Bold indicates statistical significance

aP values based on the Score test for trend of odds

Discussion

This study demonstrates an association of higher incidence of post-operative delirium with increasing frailty severity, measured by both categorical and continuous variables. In our cohort, we demonstrate that the proportion of individuals with incident post-operative delirium increases as an individual’s pre-operative frailty severity category increased ranging from 2% of not frail individuals to 23% of individuals with moderate frailty. Better understanding the interrelationship between frailty severity, operative stress and incident delirium will help guide precision pre-operative risk evaluations, identification of patient needs while admitted for surgery, and development of quality improvement pathways to prevent incident delirium.

On exploratory analysis, we saw that this relationship between increasing incidence of post-operative delirium with increasing categorical frailty severity level was only significant for surgeries performed that were of moderate stress level. We had insufficient surgeries performed of severe stress levels to determine if this trend would continue for higher stress procedures.

These findings suggest that pre-operative categorical frailty severity level, rather than a binary categorisation of frail versus not frail, may be more helpful when counselling patients about their unique risk for developing delirium after surgery.
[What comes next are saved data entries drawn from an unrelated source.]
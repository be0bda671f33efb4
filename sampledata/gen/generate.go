package gen

import (
	"encoding/json"
	"fmt"

	"groundtally/sampledata/manifest"
)

// Seed is the seed of the district that ships.
const Seed uint64 = 2024

// Generate makes every file of the district, by name. The same seed gives the same bytes.
func Generate(seed uint64) (map[string][]byte, error) {
	s, err := makeIsle(seed)
	if err != nil {
		return nil, fmt.Errorf("generate district: %w", err)
	}
	flaws, err := s.pickFlaws()
	if err != nil {
		return nil, fmt.Errorf("generate district: %w", err)
	}
	m := newMapper(s)
	out := map[string][]byte{
		"parcels.geojson":     s.parcelLayer(flaws),
		"dwellings.geojson":   s.dwellingLayer(),
		"roads.geojson":       s.roadLayer(),
		"grid_lines.geojson":  s.gridLayer(),
		"substations.geojson": s.stationLayer(),
		"habitat.geojson":     m.habitatLayer(),
		"heritage.geojson":    s.heritageLayer(),
		"flood.geojson":       m.floodLayer(),
		"farmland.geojson":    m.farmlandLayer(),
		"soil.geojson":        m.soilLayer(),
		"peat.geojson":        m.peatLayer(),
		"land_cover.geojson":  m.coverLayer(),
		"forest.geojson":      s.forestLayer(),
		"water.geojson":       s.waterLayer(),
		"terrain.asc":         s.land.terrainGrid(),
		"LICENCE.txt":         []byte(licenceText),
	}
	s.ruleLayers(out)
	s.windLayers(out)
	year := makeYear(seed)
	out["hourly_weather.csv"] = weatherTable(year)
	out["solar_monthly.csv"] = monthTable(year)
	out["demand.csv"] = demandTable(seed, year)
	if out["settings.csv"], err = settingTable(); err != nil {
		return nil, fmt.Errorf("generate district: %w", err)
	}
	b, err := json.MarshalIndent(describe(flaws), "", " ")
	if err != nil {
		return nil, fmt.Errorf("generate district: write manifest: %w", err)
	}
	out["manifest.json"] = append(b, '\n')
	return out, nil
}

const licenceText = `The Isle of Marram: an invented district.

Everything in this folder is made by the generator in sampledata/gen. No place, person, office or firm is
meant; any likeness is chance. The files are dedicated to the public domain under CC0 1.0 Universal
(https://creativecommons.org/publicdomain/zero/1.0/): use, change and pass them on without asking.
`

// describe lists the files with what a reader must know of them, and the flaws.
func describe(flaws parcelFlaws) manifest.Manifest {
	const (
		registry = "Marram land registry (invented)"
		council  = "Municipality of Marram (invented)"
		power    = "Marram Power (invented)"
		survey   = "Marram ground survey (invented)"
		nature   = "Marram nature office (invented)"
		weather  = "Marram weather station (invented)"
	)
	f := func(path, role, name, holder string) manifest.File {
		return manifest.File{Path: path, Role: role, Name: name, Edition: "2026", Holder: holder}
	}
	with := func(m manifest.File, edit func(*manifest.File)) manifest.File {
		edit(&m)
		return m
	}
	whole := func(m *manifest.File) { m.Complete = true }
	weibull := map[string]string{"height": "m", "weibull_a": "m/s", "weibull_k": "1", "sector_from": "deg", "sector_share": "1"}
	return manifest.Manifest{
		Name:    "Isle of Marram",
		Licence: "CC0 1.0; invented data",
		Files: []manifest.File{
			with(f("district.geojson", "district", "Municipality", council), whole),
			with(f("parcels.geojson", "parcels", "Parcels", registry), func(m *manifest.File) {
				m.Personal = []string{"owner"}
				m.Units = map[string]string{"area_ha": "ha"}
				m.Note = "farmed land and settlements; shore, dunes and roads have no parcel number"
			}),
			with(f("dwellings.geojson", "dwellings", "Dwellings", registry), func(m *manifest.File) {
				m.Complete, m.Personal = true, []string{"address"}
				m.Units = map[string]string{"eaves_height": "m", "households": "1"}
				m.Note = "barns and workplaces have the class not lived in"
			}),
			with(f("roads.geojson", "roads", "Roads", council), func(m *manifest.File) {
				m.Complete, m.Units, m.Note = true, map[string]string{"width": "m"}, "centre lines"
			}),
			with(f("grid_lines.geojson", "grid_lines", "Power lines", power), func(m *manifest.File) {
				m.Complete, m.Units = true, map[string]string{"voltage": "kV", "circuits": "1", "spare_capacity": "kW"}
			}),
			with(f("substations.geojson", "substations", "Substations", power), func(m *manifest.File) {
				m.Complete, m.Units = true, map[string]string{"voltage": "kV", "spare_capacity": "kW", "short_circuit_power": "MVA"}
			}),
			with(f("habitat.geojson", "habitat", "Habitats", nature), whole),
			with(f("heritage.geojson", "heritage", "Listed sites", council), func(m *manifest.File) {
				m.Complete, m.CRS = true, "EPSG:32626"
				m.Note = "older form of GeoJSON with a crs member"
			}),
			with(f("flood.geojson", "flood", "Flood areas", council), func(m *manifest.File) {
				m.Complete, m.Units = true, map[string]string{"return_period": "yr"}
				m.Note = "the area of the rarer flood holds that of the commoner one"
			}),
			with(f("farmland.geojson", "farmland", "Farmland quality", survey), func(m *manifest.File) {
				m.Match, m.Units, m.Note = map[string]string{"quality": "grade"}, map[string]string{"grade": "grade"}, "grade 1 is best, 5 is worst"
			}),
			with(f("soil.geojson", "soil", "Soils", survey), func(m *manifest.File) {
				m.Complete, m.Units = true, map[string]string{"organic_carbon_stock": "t C/ha", "depth": "m"}
				m.Note = "carbon to a depth of 0.3 m; reaches a little past the shore"
			}),
			with(f("peat.geojson", "peat", "Peat depth", survey), func(m *manifest.File) {
				m.Complete, m.Units = true, map[string]string{"depth": "m"}
			}),
			with(f("land_cover.geojson", "land_cover", "Land cover", survey), func(m *manifest.File) {
				m.Complete, m.Note = true, "reaches a little past the shore"
			}),
			with(f("forest.geojson", "forest", "Woods", council), func(m *manifest.File) {
				m.Complete, m.Units = true, map[string]string{"stand_age": "yr", "biomass_dry": "t/ha", "canopy_height": "m"}
			}),
			with(f("water.geojson", "water", "Streams and lakes", council), func(m *manifest.File) {
				m.Complete, m.Units = true, map[string]string{"width": "m"}
			}),
			with(f("water_protection.geojson", "water_protection", "Spring protection", council), whole),
			with(f("exclusion.geojson", "exclusion", "Excluded ground", council), whole),
			with(f("sealed_ground.geojson", "sealed_ground", "Roofs and car parks", council), func(m *manifest.File) {
				m.Complete, m.Personal, m.Note = true, []string{"owner"}, "large roofs, a car park and the closed landfill"
			}),
			with(f("height_limit.geojson", "height_limit", "Airstrip height limits", council), func(m *manifest.File) {
				m.Complete, m.Units = true, map[string]string{"limit_value": "m"}
			}),
			with(f("sensitive.geojson", "sensitive", "Schools and quiet places", council), whole),
			f("place_names.geojson", "place_names", "Place names", council),
			with(f("viewpoints.geojson", "viewpoints", "Given points", council), func(m *manifest.File) {
				m.SwapAxes, m.Units, m.Note = true, map[string]string{"eye_height": "m", "heading": "deg"}, "positions stand as latitude, longitude"
			}),
			with(f("terrain.asc", "terrain", "Ground heights", survey), func(m *manifest.File) {
				m.CRS, m.Complete, m.Units, m.Note = "EPSG:32626", true, map[string]string{"height": "m"}, "bare ground, 25 m cells, no value at sea"
			}),
			with(f("wind_grid.geojson", "wind_resource", "Wind grid", weather), func(m *manifest.File) {
				m.Complete, m.Units, m.Note = true, weibull, "points 1.5 km apart; sector_from is the middle of a sector of 30 degrees"
			}),
			with(f("wind_points.geojson", "wind_resource", "Wind points", weather), func(m *manifest.File) {
				m.Units, m.Note = weibull, "twelve sites; sector_from is the middle of a sector of 30 degrees"
			}),
			with(f("solar_monthly.csv", "solar_resource", "Monthly sunlight", weather), func(m *manifest.File) {
				m.Complete, m.Units = true, map[string]string{"ghi": "kWh/(m2 month)", "dhi": "kWh/(m2 month)", "temperature": "degC", "albedo": "1"}
				m.Note = "sums of the hourly year"
			}),
			with(f("hourly_weather.csv", "hourly_weather", "Hourly year", weather), func(m *manifest.File) {
				m.Complete = true
				m.Units = map[string]string{"time": "UTC", "ghi": "W/m2", "dni": "W/m2", "dhi": "W/m2", "temperature": "degC", "wind_speed": "m/s", "wind_direction": "deg", "wind_height": "m"}
				m.Note = "the stamp is the start of the hour"
			}),
			with(f("demand.csv", "demand", "Hourly demand", power), func(m *manifest.File) {
				m.Complete, m.Units, m.Note = true, map[string]string{"time": "UTC", "load": "kW"}, "38 GWh in the year; the stamp is the start of the hour"
			}),
			f("settings.csv", "settings", "Ordinance, plant options, voices", council),
		},
		Flaws: []manifest.Flaw{
			{File: "parcels.geojson", Feature: flaws.bowTie, What: "the ring crosses itself"},
			{File: "parcels.geojson", Feature: flaws.duplicate, What: "the parcel stands twice, the second time as the last feature"},
			{File: "parcels.geojson", Feature: flaws.noUse, What: "use_class is missing"},
			{File: "grid_lines.geojson", Feature: noVoltageLine, What: "voltage is missing"},
			{File: "viewpoints.geojson", Feature: "all", What: "positions stand as latitude, longitude"},
			{File: "heritage.geojson", Feature: "all", What: "coordinates are metres in EPSG:32626, named in a crs member"},
		},
	}
}
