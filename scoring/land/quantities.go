package land

import (
	"groundtally/scoring"
	"groundtally/scoring/units"
)

// Quantities gives the land account as a graph. Leaves: areas found by fitting and by laying the
// plant's ground over the layers, land-take numbers, soil, peat and forest factors.
func Quantities() []scoring.Quantity {
	plain, guarded := scoring.Plain, scoring.Guarded
	const denholm = "build-up of pads, foundations and tracks; compare Denholm et al. 2009, NREL/TP-6A2-45834"
	return []scoring.Quantity{
		{Name: "footprint_permanent_ha", Unit: "ha", Title: "Ground sealed or built", Formula: "turbines × (crane pad + foundation) + track × width + sealed share × fenced ground", Source: denholm,
			Inputs: []string{"turbines", "crane_pad_m2", "foundation_m2", "track_counted_km", "track_width_m", "fence_ha", "pv_sealed_frac"}, Eval: plain(func(x []float64) float64 {
				return (x[0]*(x[1]+x[2])+x[3]*units.MPerKm*x[4])/units.M2PerHa + float64(x[5]*x[6])
			})},
		{Name: "footprint_temporary_ha", Unit: "ha", Title: "Ground disturbed while building", Formula: "turbines × laydown + compound, for wind; trenches are not counted yet", Source: denholm,
			Inputs: []string{"turbines", "laydown_m2", "compound_m2"}, Eval: plain(func(x []float64) float64 {
				if x[0] == 0 {
					return 0
				}
				return (x[0]*x[1] + x[2]) / units.M2PerHa
			})},
		{Name: "footprint_direct_ha", Unit: "ha", Title: "Ground taken directly", Formula: "pads, foundations and tracks of wind + everything inside the solar fence", Source: denholm,
			Inputs: []string{"footprint_permanent_ha", "fence_ha", "pv_sealed_frac"}, Eval: plain(func(x []float64) float64 { return x[0] + x[1]*(1-x[2]) })},
		{Name: "footprint_total_ha", Unit: "ha", Title: "Total ground of plant", Formula: "union of the spacing ellipses inside the site, or the fence; never less than the ground taken directly", Source: "area definitions as in van Zalk & Behrens 2018",
			Inputs: []string{"plant_ground_ha", "footprint_direct_ha"}, Eval: plain(func(x []float64) float64 { return max(x[0], x[1]) })},
		{Name: "capacity_density_kw_per_ha", Unit: "kW/ha", Title: "Power per hectare", Formula: "rated_kw / footprint_total_ha", Source: "identity",
			Inputs: []string{"rated_kw", "footprint_total_ha"}, Eval: plain(func(x []float64) float64 { return x[0] / x[1] })},
		{Name: "occupation_ha_yr", Unit: "ha yr", Title: "Ground times years", Formula: "footprint_direct × life + footprint_temporary × years disturbed", Source: "land occupation as in life cycle assessment",
			Inputs: []string{"footprint_direct_ha", "life_yr", "footprint_temporary_ha", "disturbed_years"}, Eval: guarded("occupation", func(x []float64) (float64, error) {
				return OccupationHaYr([]Use{{AreaHa: x[0], Years: x[1]}, {AreaHa: x[2], Years: x[3]}})
			})},
		{Name: "crop_energy_forgone_gj_per_yr", Unit: "GJ/yr", Title: "Harvest given up", Formula: "farmland out of use × yield × energy of wheat, as long as no crop is given", Source: "yield: FAO statistics, order of magnitude; energy 334 kcal/100 g",
			Inputs: []string{"farmland_lost_ha", "crop_wheat_yield_t_per_ha", "crop_wheat_energy_mj_per_kg"}, Eval: guarded("crop", func(x []float64) (float64, error) { return CropEnergyGJPerYr(x[0], 0, x[1], x[2]) }).Where(0)},

		{Name: "soil_counted_tc_per_ha", Unit: "t C/ha", Title: "Soil carbon counted", Formula: "stock, times soil_reference_ratio where it goes by soil class", Source: "IPCC 2006 Guidelines vol. 4, Tier 1",
			Inputs: []string{"soil_stock_tc_per_ha", "soil_by_class", "soil_reference_ratio"}, Eval: plain(func(x []float64) float64 {
				if x[1] == 0 {
					return x[0]
				}
				return x[0] * x[2]
			})},
		{Name: "soil_loss_mineral_tc", Unit: "t C", Title: "Carbon lost from mineral soil", Formula: "stock × (sealed ground × f_sealed + disturbed ground × f_restored + fenced grassland × f_panels), off peat", Source: "stock: soil layer; loss shares: assumptions of this program",
			Inputs: []string{"soil_counted_tc_per_ha", "footprint_permanent_ha", "footprint_temporary_ha", "fence_grass_ha", "peat_share", "loss_sealed_kept_frac", "loss_restored_frac", "loss_pv_grassland_frac", "pv_sealed_frac"},
			Eval: scoring.NoneIsZero(guarded("soil", func(x []float64) (float64, error) {
				off := 1 - x[4]
				sum := Change{}
				for _, p := range [3][2]float64{{x[1] * off, x[5]}, {x[2] * off, x[6]}, {x[3] * off * (1 - x[8]), x[7]}} {
					if p[0] == 0 {
						continue
					}
					c, err := DisturbanceChange(p[0], x[0], p[1])
					if err != nil {
						return 0, err
					}
					sum = sum.Add(c)
				}
				return sum.LossTC, nil
			}))},
		{Name: "peat_dug_ha", Unit: "ha", Title: "Peat dug away", Formula: "sealed ground × share on peat", Source: "identity",
			Inputs: []string{"footprint_permanent_ha", "peat_share"}, Eval: scoring.NoneIsZero(plain(func(x []float64) float64 { return x[0] * x[1] }))},
		{Name: "peat_drained_ha", Unit: "ha", Title: "Peat drained", Formula: "strips beside tracks and around pits on peat, fenced peat that is not dug", Source: "strips after Nayak et al. 2008; fenced peat taken as drained: assumption of this program",
			Inputs: []string{"peat_share", "track_counted_km", "turbines", "fence_ha", "peat_drain_width_m", "pv_sealed_frac"},
			Eval: scoring.NoneIsZero(guarded("peat", func(x []float64) (float64, error) {
				if x[0] == 0 {
					return 0, nil
				}
				strips, err := DrainedAreaHa(x[1]*units.MPerKm*x[0], nil, x[4])
				if err != nil {
					return 0, err
				}
				ring, err := DrainedAreaHa(0, []float64{pitPerimeterM}, x[4])
				if err != nil {
					return 0, err
				}
				return strips + float64(x[2]*x[0]*ring) + float64(x[3]*x[0]*(1-x[5])), nil
			})).Where(0)},
		{Name: "soil_loss_peat_tc", Unit: "t C", Title: "Carbon lost from peat", Formula: "dug: area × depth × carbon × share oxidised; drained: area × emission × life; never more than the stock", Source: "IPCC 2013 Wetlands Supplement",
			Inputs: []string{"peat_dug_ha", "peat_drained_ha", "peat_depth_m", "peat_carbon_kg_per_m3", "peat_oxidised_share", "peat_drained_tc_per_ha_yr", "life_yr"},
			Eval: scoring.NoneIsZero(guarded("peat", func(x []float64) (float64, error) {
				if x[0] == 0 && x[1] == 0 { // no peat is touched
					return 0, nil
				}
				loss, err := Peat{DepthM: x[2], CarbonKgPerM3: x[3], ExcavatedHa: x[0], ExcavatedDepthM: x[2], OxidisedFrac: x[4],
					DrainedHa: x[1], DrainDepthM: x[2], EmissionTCPerHaYr: x[5], DrainYears: x[6]}.Loss()
				return loss.TotalTC, err
			})).Where(0, 1)},
		{Name: "soil_carbon_loss_tc", Unit: "t C", Title: "Soil carbon lost", Formula: "mineral soil + peat", Source: "IPCC 2006 Guidelines vol. 4, Tier 1 form",
			Inputs: []string{"soil_loss_mineral_tc", "soil_loss_peat_tc"}, Eval: plain(func(x []float64) float64 { return x[0] + x[1] })},
		{Name: "soil_carbon_gain_tc", Unit: "t C", Title: "Soil carbon gained", Formula: "fenced ploughland × stock/F_LU × (1 − F_LU) × shade factor × min(1, T/20)", Source: "IPCC 2019 Refinement vol. 4, F_LU of long-term cropland",
			Inputs: []string{"fence_arable_ha", "soil_counted_tc_per_ha", "cropland_use_factor", "gain_pv_shade_multiplier", "life_yr", "soc_transition_yr", "peat_share"},
			Eval: scoring.Eval{Numbers: func(x []float64) (float64, bool) {
				if x[0] == 0 {
					return 0, false
				}
				y, err := GrassGainTC(x[0]*(1-x[6]), x[1]/x[2], x[2], x[3], x[4], x[5])
				return y, err == nil
			}, Values: func(in []scoring.Value) scoring.Value {
				if in[0].OK() && in[0].X == 0 {
					return scoring.NoneBecause("no change of land use that gains")
				}
				return scoring.NoneIsZero(guarded("soil_gain", func(x []float64) (float64, error) {
					return GrassGainTC(x[0]*(1-x[6]), x[1]/x[2], x[2], x[3], x[4], x[5])
				})).Values(in)
			}}},
		{Name: "biomass_carbon_loss_tc", Unit: "t C", Title: "Plant carbon lost", Formula: "forest cleared × dry matter × (1 + root share) × carbon share", Source: "IPCC 2006 Guidelines vol. 4 tables 4.4 and 4.7",
			Inputs: []string{"forest_ha", "forest_biomass_tdm_per_ha", "forest_root_ratio", "biomass_carbon_frac"}, Eval: guarded("biomass", func(x []float64) (float64, error) { return ForestCarbonTC(x[0], x[1], x[2], x[3]) }).Where(0)},
		{Name: "regrowth_yr", Unit: "yr", Title: "Years to grow back", Formula: "the longer of: peat carbon lost / ((peat dug + drained) × growth of a bog); 20 yr for mineral soil", Source: "Nayak et al. 2008 for the growth of a bog; IPCC 2006 for the 20 yr",
			Inputs: []string{"soil_loss_mineral_tc", "soil_loss_peat_tc", "peat_dug_ha", "peat_drained_ha", "regrowth_peat_tc_per_ha_yr", "soc_transition_yr"}, Eval: scoring.NoneIsZero(scoring.Eval{Numbers: func(x []float64) (float64, bool) {
				mineral, peat := x[0], x[1]
				if mineral <= 0 && peat <= 0 {
					return 0, false
				}
				yr := 0.0
				if mineral > 0 {
					yr = x[5]
				}
				if peat > 0 {
					r, err := RegrowthYears(peat, x[2]+x[3], x[4])
					if err != nil || r.Never {
						return 0, false
					}
					yr = max(yr, r.Yr)
				}
				return yr, true
			}, Values: func(in []scoring.Value) scoring.Value {
				if v, missing := scoring.FirstMissing(in); missing {
					return v
				}
				mineral, peat := in[0].X, in[1].X
				if mineral <= 0 && peat <= 0 {
					return scoring.NoneBecause("no carbon lost")
				}
				yr := 0.0
				if mineral > 0 {
					yr = in[5].X
				}
				if peat > 0 {
					r, err := RegrowthYears(peat, in[2].X+in[3].X, in[4].X)
					switch {
					case err != nil:
						return scoring.UnknownBecause("regrowth")
					case r.Never:
						return scoring.NeverValue()
					}
					yr = max(yr, r.Yr)
				}
				return scoring.Num(yr)
			}})},
	}
}

// pitPerimeterM is the outline of a turbine's foundation pit, a circle of 20 m across.
const pitPerimeterM = 62.8
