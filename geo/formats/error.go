package formats

// Error says what is wrong with a file, where, and what to do about it.
type Error struct {
	File  string // as given to the reader; may be empty
	Where string // "feature 12", "tile 3 of 40", "sheet 2, row 7"; may be empty
	Code  string // stable name of the fault, "truncated" for one
	What  string
	Do    string
	Err   error // what the file reported, if it was the file
}

func (e *Error) Error() string {
	s := e.What
	if e.Where != "" {
		s = e.Where + ": " + s
	}
	if e.File != "" {
		s = e.File + ": " + s
	}
	if e.Err != nil {
		s += ": " + e.Err.Error()
	}
	if e.Do != "" {
		s += "; " + e.Do
	}
	return s
}

func (e *Error) Unwrap() error { return e.Err }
In addition, based on exploratory analysis, this may be most important to consider for surgeries of at least moderate stress level.

Two recent metanalyses from 2020 and 2021 focused on the effect of frailty on post-operative outcomes following surgery including delirium [6, 15]. Aucoin and colleagues examined the association of several frail scales to post-operative outcomes, 12 of which addressed delirium [6]. Zhang and colleagues specifically looked at studies examining the association between frailty screens and delirium, and twenty-one studies were in surgical populations [15]. Between the two there were several studies showing a relationship between pre-operative frailty and post-operative delirium; however, only a few studies examined this association used frailty as a categorical or continuous variable [16–24]. These studies showed that, in general, frailty identified by the Fried Frailty Scale, FRAIL Scale, Clinical Frailty Scale and the Sinai Abbreviated Geriatric Evaluation was associated with significantly higher risk for delirium as severity of frailty increased [16, 19–24]. Our findings show that the EFS is also useful for determining risk for delirium across categorical levels of frailty severity.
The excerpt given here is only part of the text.